De Beja a Huelva: o perto que ficou longe.

      Nenhum comentário em De Beja a Huelva: o perto que ficou longe.
Centro  Histórico de Huelva : Praça das Monjas
Como escrevi no post anterior, foi muito fácil chegar de Évora a Beja. De Beja a Huelva, no entanto, foi bem complicado. Não há trens. Disseram-me que, há quase trinta anos, Espanha e Portugal buscam acordos para construir essa linha. Para ampliar nossas dificuldades, saímos de Beja num domingo, quando o número de ônibus é reduzido para um terço. Buscamos todas as informações na Estação Rodoviária, mas as dificuldades maiores foram aparecendo ao longo do trajeto.
Detalhe da Grandiosa Catedral de Huelva
O ônibus era um pinga-pinga-indireto. De Beja, fomos a Albufeira. Troca de ônibus. A seguir, paradas nas rodoviárias de Castro, Olhão, Faro, Tavira e , finalmente, chegamos a Vila Real de Santo Antônio. De Vila Real, vai-se à primeira cidade espanhola,  Ayamonte,  de barco. Travessia bonita, feita em aproximadamente meia hora. A saga continuava…

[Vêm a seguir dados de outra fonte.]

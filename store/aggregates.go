package store

import (
	"bytes"
	"fmt"
	"math"
	"time"

	bolt "go.etcd.io/bbolt"

	"github.com/gridloupe/gridloupe/metrics"
)

// maxDeletesPerTx bounds one retention transaction's dirty pages.
const maxDeletesPerTx = 20000

// maxTrimRounds bounds the delete-and-measure loop of a size trim.
const maxTrimRounds = 16

// leafElemOverhead is bbolt's per-key header in a leaf page (flags, pos, ksize, vsize).
const leafElemOverhead = 16

func unixNano(n int64) time.Time { return time.Unix(0, n).UTC() }

func aggKey(dst []byte, start time.Time, seq uint64) []byte {
	dst = be.AppendUint64(dst, uint64(start.UnixNano()))
	return be.AppendUint64(dst, seq)
}

// keyStart returns the start (UnixNano) in an aggregate key.
func keyStart(k []byte) int64 { return int64(be.Uint64(k[:8])) }

// SetLayout stores s as the layout of the records written from now on. A
// layout equal to one stored before gets that one's id back; records written
// under older layouts stay decodable.
func (db *DB) SetLayout(s *metrics.Setup) error {
	enc, err := marshalLayout(s)
	if err != nil {
		return err
	}
	if err := db.beginWrite(); err != nil {
		return err
	}
	defer db.wmu.Unlock()
	var id uint16
	err = db.update(func(tx *bolt.Tx) error {
		lb := tx.Bucket(bktLayouts)
		var found bool
		var maxID uint16
		c := lb.Cursor()
		for k, v := c.First(); k != nil; k, v = c.Next() {
			kid := be.Uint16(k)
			maxID = max(maxID, kid)
			if bytes.Equal(v, enc) {
				id, found = kid, true
			}
		}
		if !found {
			if maxID == math.MaxUint16 {
				return fmt.Errorf("no layout id left: %w", ErrBadLayout)
			}
			id = maxID + 1
			if err := lb.Put(be.AppendUint16(nil, id), enc); err != nil {
				return err
			}
		}
		return tx.Bucket(bktMeta).Put(keyCurLay, be.AppendUint16(nil, id))
	})
	if err != nil {
		return fmt.Errorf("store: set layout: %w", err)
	}
	db.mu.Lock()
	db.layouts[id] = cloneSetup(s)
	db.curID = id
	db.mu.Unlock()
	return nil
}

// Layout returns a copy of the current record layout, or ErrNoLayout.
func (db *DB) Layout() (*metrics.Setup, error) {
	db.mu.Lock()
	defer db.mu.Unlock()
	if db.closed {
		return nil, ErrClosed
	}
	s := db.layouts[db.curID]
	if s == nil {
		return nil, ErrNoLayout
	}
	return cloneSetup(s), nil
}

func (db *DB) layoutByID(id uint16) *metrics.Setup {
	db.mu.Lock()
	defer db.mu.Unlock()
	return db.layouts[id]
}

// PutAggregates stores a batch of records in one transaction; it is
// PutBatch without messages.
func (db *DB) PutAggregates(recs []*metrics.Record) error {
	_, err := db.PutBatch(recs, nil)
	return err
}

// PutBatch stores a batch of records and queues msgs (their telemetry, for
// one) in ONE transaction, so that after a crash the file holds both or
// neither: no stored record lacks its queued message. Each record goes to
// its level's bucket under (start, new sequence number), so no record ever
// replaces another; messages get their sequence numbers as in Enqueue,
// which are returned. When the file's in-use space would pass 90 % of what
// MaxSizeMB allows, the oldest data goes first in the documented order
// (see sacrifice).
func (db *DB) PutBatch(recs []*metrics.Record, msgs []Message) ([]uint64, error) {
	if len(recs) == 0 && len(msgs) == 0 {
		return nil, nil
	}
	if err := db.beginWrite(); err != nil {
		return nil, err
	}
	defer db.wmu.Unlock()
	db.mu.Lock()
	lid, s := db.curID, db.layouts[db.curID]
	db.mu.Unlock()
	if s == nil && len(recs) > 0 {
		return nil, ErrNoLayout
	}
	ends := make([]int, len(recs))
	buf := db.buf[:0]
	for i, r := range recs {
		if r == nil {
			return nil, fmt.Errorf("store: record %d is nil: %w", i, ErrBadRecord)
		}
		if _, err := levelBucket(r.Interval); err != nil {
			return nil, fmt.Errorf("store: record %d: %w", i, err)
		}
		if r.Start.UnixNano() < 0 {
			return nil, fmt.Errorf("store: record %d: start %s before 1970: %w", i, r.Start.UTC().Format(time.RFC3339), ErrBadRecord)
		}
		var err error
		if buf, err = encodeRec(buf, r, lid, s, r.Interval == metrics.Int3s); err != nil {
			return nil, fmt.Errorf("store: record %d (%s %s): %w", i, r.Interval, r.Start.UTC().Format(time.RFC3339Nano), err)
		}
		ends[i] = len(buf)
	}
	db.buf = buf
	add := int64(len(buf)+len(recs)*(16+leafElemOverhead)) + msgSize(msgs)
	keys := make([]byte, 0, 16*len(recs))
	seqs := make([]uint64, len(msgs))
	err := db.updateOutbox(add, func(tx *bolt.Tx, ot *outboxTx) error {
		keys = keys[:0]
		meta := tx.Bucket(bktMeta)
		var bk [len(levels) + 1]*bolt.Bucket
		begin := 0
		for i, r := range recs {
			b := bk[r.Interval-metrics.Int3s]
			if b == nil {
				b = tx.Bucket([]byte(r.Interval.String()))
				b.FillPercent = fillPercent
				bk[r.Interval-metrics.Int3s] = b
			}
			seq, err := meta.NextSequence()
			if err != nil {
				return err
			}
			keys = aggKey(keys, r.Start, seq)
			if err := b.Put(keys[len(keys)-16:], buf[begin:ends[i]]); err != nil {
				return err
			}
			begin = ends[i]
		}
		if db.hookMidBatch != nil {
			db.hookMidBatch()
		}
		return db.enqueueAll(tx, msgs, seqs, ot)
	})
	if err != nil {
		return nil, fmt.Errorf("store: put %d records and %d messages: %w", len(recs), len(msgs), err)
	}
	if now := time.Now(); now.Sub(db.lastRelease) >= db.releaseEvery || now.Before(db.lastRelease) {
		db.lastRelease = now
		db.releaseMapped()
	}
	db.mu.Lock()
	for _, r := range recs {
		db.counts[r.Interval]++
	}
	db.mu.Unlock()
	return seqs, nil
}

// maxNanoTime is the last instant UnixNano represents (year 2262); bounds
// beyond it are treated as open.
var maxNanoTime = time.Unix(0, math.MaxInt64)

// queryPage is how many records Query decodes per read transaction: fn
// runs outside the transaction, so a slow consumer (an export piped into
// a pager) never holds one open while the writer needs to grow the map.
const queryPage = 256

// Query calls fn for each record of level iv whose start lies in [from, to),
// in key order (start time, then sequence). A zero to means no upper bound.
// fn receives a fresh Record it may keep; an error from fn stops the query
// and is returned as is. Records are read in pages of queryPage per read
// transaction and fn is called between transactions; records written
// meanwhile after the current position are included.
func (db *DB) Query(iv metrics.Interval, from, to time.Time, fn func(r *metrics.Record) error) error {
	name, err := levelBucket(iv)
	if err != nil {
		return fmt.Errorf("store: query: %w", err)
	}
	var seek [16]byte
	if n := from.UnixNano(); n > 0 {
		be.PutUint64(seek[:8], uint64(n))
	}
	end := int64(math.MaxInt64)
	if !to.IsZero() && to.Before(maxNanoTime) {
		end = to.UnixNano()
	}
	if from.After(maxNanoTime) {
		return nil
	}
	page := make([]*metrics.Record, 0, queryPage)
	var last [16]byte
	started := false
	for {
		page = page[:0]
		more := false
		err = db.view(func(tx *bolt.Tx) error {
			b := tx.Bucket(name)
			if b == nil {
				return nil
			}
			c := b.Cursor()
			k, v := c.Seek(seek[:])
			if started && len(k) == 16 && bytes.Equal(k, last[:]) {
				k, v = c.Next() // resume after the last record delivered
			}
			for ; len(k) == 16 && keyStart(k) < end; k, v = c.Next() {
				if len(page) == queryPage {
					more = true
					return nil
				}
				r, err := db.decode(v, iv)
				if err != nil {
					return fmt.Errorf("key %x: %w", k, err)
				}
				page = append(page, r)
				copy(last[:], k)
			}
			return nil
		})
		if err != nil {
			return fmt.Errorf("store: query %s: %w", iv, err)
		}
		for _, r := range page {
			if err := fn(r); err != nil {
				return err
			}
		}
		if !more {
			return nil
		}
		seek, started = last, true
	}
}

func (db *DB) decode(v []byte, iv metrics.Interval) (*metrics.Record, error) {
	lid, err := recordLayoutID(v)
	if err != nil {
		return nil, err
	}
	s := db.layoutByID(lid)
	if s == nil {
		return nil, fmt.Errorf("unknown layout %d: %w", lid, ErrCorrupt)
	}
	return decodeRecord(v, iv, s)
}

// Last returns up to n newest records of level iv (by key), oldest first.
func (db *DB) Last(iv metrics.Interval, n int) ([]*metrics.Record, error) {
	name, err := levelBucket(iv)
	if err != nil {
		return nil, fmt.Errorf("store: last: %w", err)
	}
	if n <= 0 {
		return nil, nil
	}
	var out []*metrics.Record
	err = db.view(func(tx *bolt.Tx) error {
		b := tx.Bucket(name)
		if b == nil {
			return nil
		}
		c := b.Cursor()
		for k, v := c.Last(); k != nil && len(out) < n; k, v = c.Prev() {
			r, err := db.decode(v, iv)
			if err != nil {
				return fmt.Errorf("key %x: %w", k, err)
			}
			out = append(out, r)
		}
		return nil
	})
	if err != nil {
		return nil, fmt.Errorf("store: last %s: %w", iv, err)
	}
	for i, j := 0, len(out)-1; i < j; i, j = i+1, j-1 {
		out[i], out[j] = out[j], out[i]
	}
	return out, nil
}

// Prune applies retention (records whose start is older than now minus the
// level's retention are deleted) and the size cap: when the in-use pages pass
// 90 % of the space MaxSizeMB allows, the oldest records of the finest level
// (3s, then 10min, then 2h) are deleted until 80 % is in use, so bbolt reuses
// the freed pages and the file stops growing. A zero now means Options.Clock.
// It returns how many records (and, under the cap, outbox messages) it deleted.
func (db *DB) Prune(now time.Time) (deleted int, err error) {
	if now.IsZero() {
		now = db.opts.Clock()
	}
	if err := db.beginWrite(); err != nil {
		return 0, err
	}
	defer db.wmu.Unlock()
	for _, l := range levels {
		d := db.opts.Retention[l]
		if d <= 0 {
			continue
		}
		cutoff := now.Add(-d).UnixNano()
		for {
			n, err := db.deleteOldest(l, maxDeletesPerTx, func(k, _ []byte) bool { return keyStart(k) < cutoff }, false)
			deleted += n
			if err != nil {
				return deleted, fmt.Errorf("store: prune %s: %w", l, err)
			}
			if n < maxDeletesPerTx {
				break
			}
		}
	}
	before := db.totalCount()
	if err := db.makeRoom(0); err != nil {
		return deleted, err
	}
	return deleted + max(0, before-db.totalCount()), nil
}

func (db *DB) totalCount() int {
	db.mu.Lock()
	defer db.mu.Unlock()
	n := 0
	for _, c := range db.counts {
		n += c
	}
	for _, c := range db.outboxN {
		n += c
	}
	return n
}

// deleteOldest deletes up to limit records of level l from the oldest while
// ok(k, v) holds, in one transaction. With lost (the size cap), they are
// counted and persisted as lost records; retention's deletions are not.
func (db *DB) deleteOldest(l metrics.Interval, limit int, ok func(k, v []byte) bool, lost bool) (int, error) {
	n := 0
	var ot outboxTx
	err := db.update(func(tx *bolt.Tx) error {
		n, ot = 0, outboxTx{}
		c := tx.Bucket([]byte(l.String())).Cursor()
		for k, v := c.First(); k != nil && n < limit && ok(k, v); k, v = c.First() {
			if err := c.Delete(); err != nil {
				return err
			}
			n++
		}
		if !lost {
			return nil
		}
		ot.lostRecs[l-metrics.Int3s] = uint64(n)
		return db.persistLosses(tx, &ot)
	})
	if err != nil {
		return 0, err
	}
	db.commitOutbox(&ot)
	db.mu.Lock()
	db.counts[l] -= n
	db.mu.Unlock()
	return n, nil
}

// inUse returns the high-water mark minus free and pending pages, in bytes.
func (db *DB) inUse() int64 {
	bs := db.bdb.Stats()
	var hwm int64
	_ = db.bdb.View(func(tx *bolt.Tx) error { hwm = tx.Size(); return nil })
	return hwm - int64(bs.FreePageN+bs.PendingPageN)*db.pageSize
}

// makeRoom trims when in-use space plus add would pass the high mark.
// The caller holds wmu.
func (db *DB) makeRoom(add int64) error {
	if db.inUse()+add <= int64(trimHigh*float64(db.usable)) {
		return nil
	}
	return db.trim(int64(trimLow*float64(db.usable)) - add)
}

// victim is one kind of data the size cap may delete: an outbox class's
// messages, or a level's records.
type victim struct {
	class  Class
	level  metrics.Interval // 0 = the class (or stored)
	stored storedKind       // stored voltage-event data rather than a queue; 0 = none
}

// sacrifice is the order in which the size cap gives data up (README, The
// store): queued 3 s telemetry (and superseded summaries), then queued
// 10 min and 2 h telemetry and event waveforms, then the oldest 3 s records,
// then events, and last the 10 min and 2 h history and the alarm messages.
// Event waveforms and events are both the queued messages and the stored
// captures and records (events.go), the stored ones after the queued.
var sacrifice = [...]victim{
	{class: ClassSummary}, {class: ClassTelemetry},
	{class: ClassTelemetryCoarse}, {class: ClassEventWaveform}, {stored: storedWaveforms},
	{level: metrics.Int3s},
	{class: ClassEvent}, {stored: storedEvents},
	{level: metrics.Int10min}, {level: metrics.Int2h},
	{class: ClassAlarm},
}

// trim deletes the oldest data in the order of sacrifice until the in-use
// space is at most target bytes; every record and message deleted is
// counted and persisted as a loss. The caller holds wmu.
func (db *DB) trim(target int64) error {
	target = max(target, 0)
	db.mu.Lock()
	db.capTrims++
	db.mu.Unlock()
	ps := db.pageSize
	for range maxTrimRounds {
		cur := db.inUse()
		if cur <= target {
			return nil
		}
		need := cur - target
		freed := int64(0)
		deleted := 0
		est := func(k, v []byte) bool {
			if freed >= need {
				return false
			}
			fp := int64(len(k) + len(v) + leafElemOverhead)
			if fp > ps/2 { // a value this large sits on its own overflow run
				fp = (fp + 16 + ps - 1) / ps * ps
			}
			freed += int64(float64(fp) / fillPercent)
			return true
		}
		// In order; a victim that hit the per-transaction limit ends the
		// round, so a later one is only touched once the earlier ones are empty.
		for _, v := range sacrifice {
			var n int
			var err error
			switch {
			case v.stored != 0:
				n, err = db.deleteStoredEvents(v.stored, maxDeletesPerTx, est)
			case v.level != 0:
				n, err = db.deleteOldest(v.level, maxDeletesPerTx, est, true)
			default:
				n, err = db.dropOldest(v.class, maxDeletesPerTx, est)
			}
			deleted += n
			if err != nil {
				return fmt.Errorf("store: trim: %w", err)
			}
			if n == maxDeletesPerTx || freed >= need {
				break
			}
		}
		if deleted > 0 {
			db.log.Info("size cap: deleted oldest data", "deleted", deleted, "in_use_bytes", cur, "target_bytes", target)
		}
		if deleted == 0 {
			return fmt.Errorf("store: %d bytes in use, target %d: %w", cur, target, ErrFull)
		}
	}
	return nil
}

Rio Guadiana, fronteira entre Portugal e Espanha

Chegando a Ayamonte, a menos de 70 km de Huelva, fomos confirmar as informações que tínhamos sobre ônibus ou transporte compartilhado. Nada. Nenhum. Era domingo!!! Passamos a procurar táxis. Só havia dois mas, como era domingo, eles haviam desaparecido – e seus telefones não atendiam.

Rio Guadiana entre Vila Real de Santo Antônio e Ayamonte

Passeamos pela cidade, que é pequena mas bonitinha. Buscamos informações de hoteis, pois começava a ficar tarde. Fomos tomar um café em frente ao único ponto de táxi da cidade: eis que apareceu um. Podia, sim, nos levar em Huelva – mas não deixou barato: 75 euros a corrida numa distância de 60 km.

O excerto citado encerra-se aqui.